What to do ::
Scan the records below and copy every line that contains the string "nowhere".
━━━━━━━━━━
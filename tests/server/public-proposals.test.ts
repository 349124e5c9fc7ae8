import { beforeEach, describe, expect, it } from "vitest";
import { createHash } from "node:crypto";
import { deliverOutbox, startTestMailCatcher, testStorage } from "../helpers/app";
import { countRows, truncateAll } from "../helpers/db";
import { pdfText, squash } from "../helpers/pdf-text";
import { approvedQuoteWorld, binary, homeowner, sendQuote } from "../helpers/proposal-world";
import { AuditEvent, Job, Proposal, Quote, QuoteRevision } from "../../server/models/index";
import { OutboxMessage } from "../../server/models/mail.models";
import { hashProposalToken, newProposalToken, readAll } from "../../server/services/proposals.service";
import { PUBLIC_WRITES_PER_IP } from "../../server/routes/public-proposals.routes";

beforeEach(async () => {
  await truncateAll();
  await (await startTestMailCatcher()).clear();
});

const UA = "Mozilla/5.0 (X11; Linux x86_64) TestBrowser/1.0";

async function sentWorld() {
  const w = await approvedQuoteWorld();
  const { token } = await sendQuote(w);
  return { ...w, token };
}

const accept = (w: Awaited<ReturnType<typeof sentWorld>>, body: Record<string, unknown>) =>
  homeowner(w.app).post(`/api/proposals/${w.token}/accept`).set("User-Agent", UA).send(body);

describe("GET /api/proposals/:token", () => {
  it("shows the proposal without a session or CSRF token; the first view is recorded once", async () => {
    const w = await sentWorld();
    const res = await homeowner(w.app).get(`/api/proposals/${w.token}`);
    expect(res.status).toBe(200);
    expect(res.headers["cache-control"]).toBe("no-store");
    const d = res.body.data;
    expect(d).toMatchObject({ status: "active", accepted: null, declined: null, deposit: null, expiresAt: expect.any(String) });
    expect(d.options).toHaveLength(2);
    w.quote.revision.options.forEach((o, i) => {
      expect(d.options[i]).toEqual({
        id: o.id,
        label: o.label,
        totalCents: o.totals.totalCents,
        depositCents: o.totals.depositCents,
        priceCents: o.totals.priceCents,
        taxCents: o.totals.taxCents,
      });
    });
    expect(d.doc.proposalNumber).toBe(w.quote.number);
    expect(d.doc.acceptUrl).toContain(`/p/${w.token}`);
    expect(JSON.stringify(d)).not.toMatch(/costCents|marginPct/); // nothing of the office's margins

    const first = (await Proposal.findOne())!.viewedAt!;
    await new Promise((r) => setTimeout(r, 1_100));
    await homeowner(w.app).get(`/api/proposals/${w.token}`).expect(200);
    const row = (await Proposal.findOne())!;
    expect(row.viewedAt!.getTime()).toBe(first.getTime());
    expect(row.lastViewedAt!.getTime()).toBeGreaterThan(first.getTime());
  });

  it("answers an unknown, a malformed, a revoked and an expired token with the same 404 body", async () => {
    const w = await sentWorld();
    const revokedToken = w.token;
    const { token: live } = await sendQuote(w); // revokes the first
    const unknown = await homeowner(w.app).get(`/api/proposals/${newProposalToken()}`);
    const malformed = await homeowner(w.app).get(`/api/proposals/abc`);
    const revoked = await homeowner(w.app).get(`/api/proposals/${revokedToken}`);
    await Proposal.update({ expiresAt: new Date(Date.now() - 1_000) }, { where: { tokenHash: hashProposalToken(live) } });
    const expired = await homeowner(w.app).get(`/api/proposals/${live}`);
    for (const r of [unknown, malformed, revoked, expired]) {
      expect(r.status).toBe(404);
      expect(r.body).toEqual(unknown.body);
    }
    expect(unknown.body).toEqual({ error: { code: "not_found", message: "Proposal not found" } });
    // The same for the PDF and the writes.
    expect((await homeowner(w.app).get(`/api/proposals/${revokedToken}/pdf`)).status).toBe(404);
    const acc = await homeowner(w.app).post(`/api/proposals/${live}/accept`).send({ optionId: 1, signerName: "A B", consent: true });
    expect(acc.status).toBe(404);
    expect(acc.body).toEqual(unknown.body);
  });

  it("serves the sent PDF at /pdf", async () => {
    const w = await sentWorld();
    const res = await homeowner(w.app).get(`/api/proposals/${w.token}/pdf`).buffer(true).parse(binary);
    expect(res.status).toBe(200);
    expect(res.headers["content-type"]).toBe("application/pdf");
    const row = (await Proposal.findOne())!;
    expect(createHash("sha256").update(res.body as Buffer).digest("hex")).toBe(row.pdfSha256);
  });
});

describe("POST /api/proposals/:token/accept", () => {
  it("records the signer, IP and user agent, freezes the signed PDF (its SHA-256 matches the stored file), quote → accepted, job → won", async () => {
    const w = await sentWorld();
    const option = w.quote.revision.options[1];
    const res = await accept(w, { optionId: option.id, signerName: "Renée Åkesson-Øvergård", consent: true });
    expect(res.status).toBe(200);
    expect(res.body.data).toMatchObject({
      status: "accepted",
      accepted: { optionId: option.id, optionLabel: option.label, signerName: "Renée Åkesson-Øvergård", at: expect.any(String) },
    });

    const p = (await Proposal.findOne())!;
    expect(p).toMatchObject({ status: "accepted", acceptedOptionId: option.id, signerName: "Renée Åkesson-Øvergård", signerUserAgent: UA });
    expect(p.signerIp).toMatch(/127\.0\.0\.1|::1|::ffff:127\.0\.0\.1/);
    expect(p.acceptedAt).not.toBeNull();
    const stored = await readAll(testStorage(), p.signedPdfKey!);
    expect(createHash("sha256").update(stored).digest("hex")).toBe(p.signedPdfSha256);
    expect(p.signedPdfKey).not.toBe(p.pdfKey);
    const text = squash(await pdfText(stored));
    expect(text).toContain("Renée Åkesson-Øvergård");
    expect(text).toContain(option.label);

    // The homeowner's PDF is now the signed copy.
    const pdf = await homeowner(w.app).get(`/api/proposals/${w.token}/pdf`).buffer(true).parse(binary);
    expect(createHash("sha256").update(pdf.body as Buffer).digest("hex")).toBe(p.signedPdfSha256);

    expect((await Quote.findByPk(w.quoteId))!.status).toBe("accepted");
    expect((await QuoteRevision.findOne({ where: { quoteId: w.quoteId } }))!.status).toBe("accepted");
    expect((await Job.findByPk(w.job.id))!.status).toBe("won");
    // The board's quote total is now the accepted option's (the second one here), not the first option's.
    expect(Number((await Job.findByPk(w.job.id))!.quoteTotalCents)).toBe(option.totals.totalCents);
    expect(option.totals.totalCents).not.toBe(w.quote.revision.options[0].totals.totalCents);
    expect(await AuditEvent.count({ where: { entityType: "quote", action: "accepted", actorId: null } })).toBe(1);
    expect(await AuditEvent.count({ where: { entityType: "job", action: "status_changed", jobId: w.job.id } })).toBe(2); // proposed, won
  });

  it("e-mails the signed copy to the homeowner and the estimator (through the real catcher)", async () => {
    const w = await sentWorld();
    await deliverOutbox();
    const option = w.quote.revision.options[0];
    await accept(w, { optionId: option.id, signerName: "Mara Quillfeather", consent: true }).expect(200);
    const run = await deliverOutbox();
    expect(run.sent).toBe(2);
    const catcher = await startTestMailCatcher();
    const toHome = await catcher.waitFor((m) => m.kind === "proposal_signed");
    const toOffice = await catcher.waitFor((m) => m.kind === "proposal_accepted");
    const p = (await Proposal.findOne())!;
    expect(toHome.to).toEqual([p.sentTo]);
    expect(toOffice.to).toEqual([w.estimator.user.email]);
    for (const m of [toHome, toOffice]) {
      expect(m.attachments).toHaveLength(1);
      const att = await catcher.attachment(m.id, 0);
      expect(createHash("sha256").update(att!.content).digest("hex")).toBe(p.signedPdfSha256);
    }
    expect(toHome.text).toContain("Mara Quillfeather");
  });

  it("checks the body: consent must be true, a name is needed, the option must be in this proposal (400, nothing changes)", async () => {
    const w = await sentWorld();
    const option = w.quote.revision.options[0];
    const noConsent = await accept(w, { optionId: option.id, signerName: "Mara Quillfeather", consent: false });
    expect(noConsent.status).toBe(400);
    expect(noConsent.body.error.fields).toHaveProperty("consent");
    const noName = await accept(w, { optionId: option.id, signerName: " ", consent: true });
    expect(noName.body.error.fields).toHaveProperty("signerName");
    const wrong = await accept(w, { optionId: 999_999, signerName: "Mara Quillfeather", consent: true });
    expect(wrong.status).toBe(400);
    expect(wrong.body.error.fields).toHaveProperty("optionId");
    expect((await Proposal.findOne())!.status).toBe("active");
    expect(await countRows("outbox_messages")).toBe(1);
  });

  it("accepting twice is 409 and changes nothing", async () => {
    const w = await sentWorld();
    const option = w.quote.revision.options[0];
    await accept(w, { optionId: option.id, signerName: "Mara Quillfeather", consent: true }).expect(200);
    const sha = (await Proposal.findOne())!.signedPdfSha256;
    const again = await accept(w, { optionId: w.quote.revision.options[1].id, signerName: "Someone Else", consent: true });
    expect(again.status).toBe(409);
    expect(again.body).toMatchObject({ error: { code: "already_decided" }, currentStatus: "accepted" });
    const p = (await Proposal.findOne())!;
    expect(p.signerName).toBe("Mara Quillfeather");
    expect(p.signedPdfSha256).toBe(sha);
  });
});

describe("POST /api/proposals/:token/decline", () => {
  it("declines with a reason: quote → declined, job → lost; the link then refuses accept with 409", async () => {
    const w = await sentWorld();
    const res = await homeowner(w.app).post(`/api/proposals/${w.token}/decline`).send({ reason: "We chose to wait a year." });
    expect(res.status).toBe(200);
    expect(res.body.data).toMatchObject({ status: "declined", declined: { reason: "We chose to wait a year.", at: expect.any(String) } });
    expect((await Quote.findByPk(w.quoteId))!.status).toBe("declined");
    expect((await Job.findByPk(w.job.id))!.status).toBe("lost");

    const reuse = await accept(w, { optionId: w.quote.revision.options[0].id, signerName: "Mara Quillfeather", consent: true });
    expect(reuse.status).toBe(409);
    expect(reuse.body).toMatchObject({ error: { code: "already_decided" }, currentStatus: "declined" });
    const again = await homeowner(w.app).post(`/api/proposals/${w.token}/decline`).send({ reason: "again" });
    expect(again.status).toBe(409);
    expect((await Proposal.findOne())!.declineReason).toBe("We chose to wait a year.");
    expect((await Job.findByPk(w.job.id))!.status).toBe("lost");
  });
});

describe("rate limit", () => {
  it(`refuses more than ${PUBLIC_WRITES_PER_IP} writes per IP in the window with 429`, async () => {
    const w = await sentWorld();
    const statuses: number[] = [];
    for (let i = 0; i < PUBLIC_WRITES_PER_IP + 1; i++) {
      statuses.push((await homeowner(w.app).post(`/api/proposals/${newProposalToken()}/decline`).send({})).status);
    }
    expect(statuses.slice(0, PUBLIC_WRITES_PER_IP).every((s) => s === 404)).toBe(true);
    expect(statuses[PUBLIC_WRITES_PER_IP]).toBe(429);
    expect(await OutboxMessage.count()).toBe(1);
  });
});
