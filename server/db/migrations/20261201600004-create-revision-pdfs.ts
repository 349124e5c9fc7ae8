import { DataTypes, type QueryInterface } from "sequelize";

/** The office PDF of an approved (frozen) revision, rendered once and kept with its SHA-256. */
export async function up(qi: QueryInterface) {
  await qi.createTable("revision_pdfs", {
    revision_id: { type: DataTypes.INTEGER.UNSIGNED, primaryKey: true, references: { model: "quote_revisions", key: "id" }, onDelete: "CASCADE" },
    company_id: { type: DataTypes.INTEGER.UNSIGNED, allowNull: false, references: { model: "companies", key: "id" }, onDelete: "RESTRICT" },
    pdf_key: { type: DataTypes.STRING(80), allowNull: false },
    pdf_sha256: { type: DataTypes.CHAR(64), allowNull: false },
    created_at: { type: DataTypes.DATE, allowNull: false },
  });
}

export async function down(qi: QueryInterface) {
  await qi.dropTable("revision_pdfs");
}
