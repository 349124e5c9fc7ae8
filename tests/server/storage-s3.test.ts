/**
 * The S3-compatible storage driver against s3rver (a local S3 imitation, in this process, on a free port,
 * path-style URLs, signed requests), with the same behavioural checks as the disk driver, then an upload
 * and download through the attachments API with the S3 driver configured.
 */
import { afterAll, beforeAll, beforeEach, describe, expect, it } from "vitest";
import { mkdtempSync, rmSync } from "node:fs";
import { tmpdir } from "node:os";
import path from "node:path";
import { randomBytes } from "node:crypto";
import S3rver from "s3rver";
import sharp from "sharp";
import { HeadObjectCommand, ListObjectsV2Command } from "@aws-sdk/client-s3";
import { createDiskStorage, newStorageKey, type Storage } from "../../server/storage/storage";
import { createS3Storage } from "../../server/storage/s3-storage";
import { createStorage } from "../../server/storage/create-storage";
import { loadConfig } from "../../server/config";
import { createTestApp } from "../helpers/app";
import { signedInAgent } from "../helpers/auth";
import { truncateAll } from "../helpers/db";
import { buildJob } from "../helpers/job-factories";
import { Attachment } from "../../server/models/index";

const BUCKET = "rw-uploads";
// s3rver checks request signatures against these fixed credentials.
const CREDENTIALS = { accessKeyId: "S3RVER", secretAccessKey: "S3RVER" };
const dir = mkdtempSync(path.join(tmpdir(), "rw-s3-"));
let server: S3rver;
let endpoint: string;
let s3: ReturnType<typeof createS3Storage>;

beforeAll(async () => {
  server = new S3rver({ address: "127.0.0.1", port: 0, silent: true, directory: path.join(dir, "s3"), configureBuckets: [{ name: BUCKET }] });
  const { port } = await server.run();
  endpoint = `http://127.0.0.1:${port}`;
  s3 = createS3Storage({ bucket: BUCKET, endpoint, region: "us-east-1", credentials: CREDENTIALS, forcePathStyle: true });
});

afterAll(async () => {
  s3?.client.destroy();
  await server?.close();
  rmSync(dir, { recursive: true, force: true });
});

async function bytesOf(body: Buffer | NodeJS.ReadableStream): Promise<Buffer> {
  if (Buffer.isBuffer(body)) return body;
  const chunks: Buffer[] = [];
  for await (const c of body as AsyncIterable<Buffer | string>) chunks.push(Buffer.isBuffer(c) ? c : Buffer.from(c));
  return Buffer.concat(chunks);
}

const drivers: Array<[string, () => Storage]> = [
  ["disk", () => createDiskStorage(path.join(dir, "disk"))],
  ["s3", () => s3],
];

describe.each(drivers)("%s driver (shared behaviour)", (_name, make) => {
  it("puts, reads, checks and deletes a file under a generated key", async () => {
    const storage = make();
    const key = newStorageKey(42);
    expect(await storage.exists(key)).toBe(false);
    await storage.put(key, Buffer.from("hello"), "text/plain");
    expect(await storage.exists(key)).toBe(true);
    expect((await bytesOf(await storage.get(key))).toString()).toBe("hello");
    await storage.put(`${key}-thumb`, Buffer.from("t"), "image/jpeg");
    expect(await storage.exists(`${key}-thumb`)).toBe(true);
    await storage.delete(key);
    expect(await storage.exists(key)).toBe(false);
    expect(await storage.exists(`${key}-thumb`)).toBe(true); // only that key went
    await expect(storage.delete(key)).resolves.toBeUndefined(); // deleting twice is fine
    await storage.delete(`${key}-thumb`);
  });

  it("rejects get() of a key that is not stored with an ENOENT-coded error", async () => {
    const storage = make();
    await expect(storage.get(newStorageKey(7))).rejects.toMatchObject({ code: "ENOENT" });
  });

  it("round-trips binary bytes exactly (1 MiB of random data) and an empty file", async () => {
    const storage = make();
    const key = newStorageKey(3);
    const data = randomBytes(1024 * 1024);
    await storage.put(key, data, "application/octet-stream");
    expect(Buffer.compare(await bytesOf(await storage.get(key)), data)).toBe(0);
    const empty = newStorageKey(3);
    await storage.put(empty, Buffer.alloc(0), "text/plain");
    expect(await storage.exists(empty)).toBe(true);
    expect((await bytesOf(await storage.get(empty))).length).toBe(0);
  });

  it("a second put under the same key replaces the bytes", async () => {
    const storage = make();
    const key = newStorageKey(5);
    await storage.put(key, Buffer.from("first"), "text/plain");
    await storage.put(key, Buffer.from("second, longer"), "text/plain");
    expect((await bytesOf(await storage.get(key))).toString()).toBe("second, longer");
  });

  it.each(["../etc/passwd", "1/../../etc/passwd", "/etc/passwd", "1/roof.png", "1\\..\\x", "1/00000000-0000-0000-0000-000000000000/../x", ""])(
    "refuses a key that is not a generated one: %j",
    async (key) => {
      const storage = make();
      await expect(storage.put(key, Buffer.from("x"), "text/plain")).rejects.toThrow(/Invalid storage key/);
      await expect(storage.get(key)).rejects.toThrow(/Invalid storage key/);
      await expect(storage.delete(key)).rejects.toThrow(/Invalid storage key/);
      expect(await storage.exists(key)).toBe(false);
    },
  );
});

describe("s3 driver specifics", () => {
  it("stores the object under the key in the bucket with its content type (path-style requests)", async () => {
    const key = newStorageKey(9);
    await s3.put(key, Buffer.from("%PDF-1.4"), "application/pdf");
    const head = await s3.client.send(new HeadObjectCommand({ Bucket: BUCKET, Key: key }));
    expect(head.ContentType).toBe("application/pdf");
    expect(head.ContentLength).toBe(8);
  });

  it("puts keys under a prefix when one is configured, and nothing outside it", async () => {
    const prefixed = createS3Storage({ bucket: BUCKET, endpoint, region: "us-east-1", credentials: CREDENTIALS, forcePathStyle: true, keyPrefix: "tenant-a/" });
    const key = newStorageKey(11);
    await prefixed.put(key, Buffer.from("x"), "text/plain");
    const listed = await s3.client.send(new ListObjectsV2Command({ Bucket: BUCKET, Prefix: "tenant-a/" }));
    expect(listed.Contents?.map((o) => o.Key)).toEqual([`tenant-a/${key}`]);
    expect(await s3.exists(key)).toBe(false); // the unprefixed driver does not see it
    expect(await prefixed.exists(key)).toBe(true);
    prefixed.client.destroy();
  });

  it("reports an unreachable service as an error, not as a missing file", async () => {
    const down = createS3Storage({ bucket: BUCKET, endpoint: "http://127.0.0.1:9", region: "us-east-1", credentials: CREDENTIALS, forcePathStyle: true });
    const key = newStorageKey(1);
    await expect(down.exists(key)).rejects.toBeTruthy();
    const err = await down.get(key).catch((e: unknown) => e as { code?: string });
    expect(err).toBeTruthy();
    expect((err as { code?: string }).code).not.toBe("ENOENT");
    down.client.destroy();
  });

  it("a missing bucket is an error on put", async () => {
    const nowhere = createS3Storage({ bucket: "no-such-bucket", endpoint, region: "us-east-1", credentials: CREDENTIALS, forcePathStyle: true });
    await expect(nowhere.put(newStorageKey(1), Buffer.from("x"), "text/plain")).rejects.toMatchObject({ name: "NoSuchBucket" });
    nowhere.client.destroy();
  });
});

describe("configuration", () => {
  const base = { ...process.env, NODE_ENV: "test" };

  it("STORAGE_DRIVER=s3 with the S3_* settings picks the S3 driver; the default is the disk folder", () => {
    const config = loadConfig({
      ...base,
      STORAGE_DRIVER: "s3",
      S3_ENDPOINT: endpoint,
      S3_BUCKET: BUCKET,
      S3_REGION: "eu-west-2",
      S3_ACCESS_KEY_ID: "S3RVER",
      S3_SECRET_ACCESS_KEY: "S3RVER",
      S3_FORCE_PATH_STYLE: "1",
    });
    expect(config.storage).toEqual({
      driver: "s3",
      s3: { bucket: BUCKET, endpoint, region: "eu-west-2", forcePathStyle: true, credentials: { accessKeyId: "S3RVER", secretAccessKey: "S3RVER" } },
    });
    const storage = createStorage(config) as ReturnType<typeof createS3Storage>;
    expect(storage.bucket).toBe(BUCKET);
    storage.client.destroy();
    const disk = loadConfig({ ...base, STORAGE_DRIVER: undefined, STORAGE_DIR: path.join(dir, "cfg") });
    expect(disk.storage).toEqual({ driver: "disk" });
    expect((createStorage(disk) as { dir?: string }).dir).toBe(path.join(dir, "cfg"));
  });

  it("refuses an S3 driver without a bucket, half a key pair, or a bad endpoint", () => {
    expect(() => loadConfig({ ...base, STORAGE_DRIVER: "s3" })).toThrow(/S3_BUCKET is required/);
    expect(() => loadConfig({ ...base, STORAGE_DRIVER: "s3", S3_BUCKET: "b", S3_ACCESS_KEY_ID: "x" })).toThrow(/both S3_ACCESS_KEY_ID and S3_SECRET_ACCESS_KEY/);
    expect(() => loadConfig({ ...base, STORAGE_DRIVER: "s3", S3_BUCKET: "b", S3_ENDPOINT: "not a url" })).toThrow(/S3_ENDPOINT/);
    expect(() => loadConfig({ ...base, STORAGE_DRIVER: "ftp" })).toThrow(/STORAGE_DRIVER/);
  });
});

describe("attachments API with the S3 driver", () => {
  beforeEach(truncateAll);

  it("uploads a photo into the bucket (file and thumbnail), serves both back, and deleting removes both objects", async () => {
    const app = createTestApp({}, { storage: s3 });
    const { agent, token, user } = await signedInAgent({ role: "estimator" }, app);
    const job = await buildJob({ companyId: user.companyId });
    const img = await sharp({ create: { width: 800, height: 600, channels: 3, background: { r: 150, g: 90, b: 60 } } }).jpeg().toBuffer();
    const res = await agent
      .post(`/api/jobs/${job.id}/attachments`)
      .set("X-CSRF-Token", token)
      .attach("file", img, { filename: "ridge.jpg", contentType: "image/jpeg" });
    expect(res.status).toBe(201);
    const a = res.body.data[0];
    expect(a).toMatchObject({ kind: "photo", mime: "image/jpeg", size: img.length, status: "ready" });

    const row = (await Attachment.findByPk(a.id))!;
    expect(row.storageKey.startsWith(`${user.companyId}/`)).toBe(true);
    const head = await s3.client.send(new HeadObjectCommand({ Bucket: BUCKET, Key: row.storageKey }));
    expect(head.ContentLength).toBe(img.length);
    expect(head.ContentType).toBe("image/jpeg");
    expect(await s3.exists(row.thumbKey!)).toBe(true);

    const file = await agent.get(a.fileUrl).buffer(true).expect(200);
    expect(Buffer.compare(file.body as Buffer, img)).toBe(0);
    expect(file.headers["content-type"]).toBe("image/jpeg");
    const thumb = await agent.get(a.thumbUrl).buffer(true).expect(200);
    const meta = await sharp(thumb.body as Buffer).metadata();
    expect([meta.format, Math.max(meta.width!, meta.height!)]).toEqual(["jpeg", 320]);

    await agent.delete(`/api/attachments/${a.id}`).set("X-CSRF-Token", token).expect(204);
    expect(await s3.exists(row.storageKey)).toBe(false);
    expect(await s3.exists(row.thumbKey!)).toBe(false);
  });

  it("a file missing from the bucket answers 404, like a missing file on disk", async () => {
    const app = createTestApp({}, { storage: s3 });
    const { agent, token, user } = await signedInAgent({ role: "owner" }, app);
    const job = await buildJob({ companyId: user.companyId });
    const res = await agent
      .post(`/api/jobs/${job.id}/attachments`)
      .set("X-CSRF-Token", token)
      .attach("file", Buffer.from("Gate code 4411."), "notes.txt")
      .expect(201);
    const a = res.body.data[0];
    const row = (await Attachment.findByPk(a.id))!;
    await s3.delete(row.storageKey);
    const gone = await agent.get(a.fileUrl);
    expect(gone.status).toBe(404);
    expect(gone.body.error.code).toBe("not_found");
  });
});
━━━━━━━━━━
Written reply ::
    const nowhere = createS3Storage({ bucket: "no-such-bucket", endpoint, region: "us-east-1", credentials: CREDENTIALS, forcePathStyle: true });
    await expect(nowhere.put(newStorageKey(1), Buffer.from("x"), "text/plain")).rejects.toMatchObject({ name: "NoSuchBucket" });
    nowhere.client.destroy();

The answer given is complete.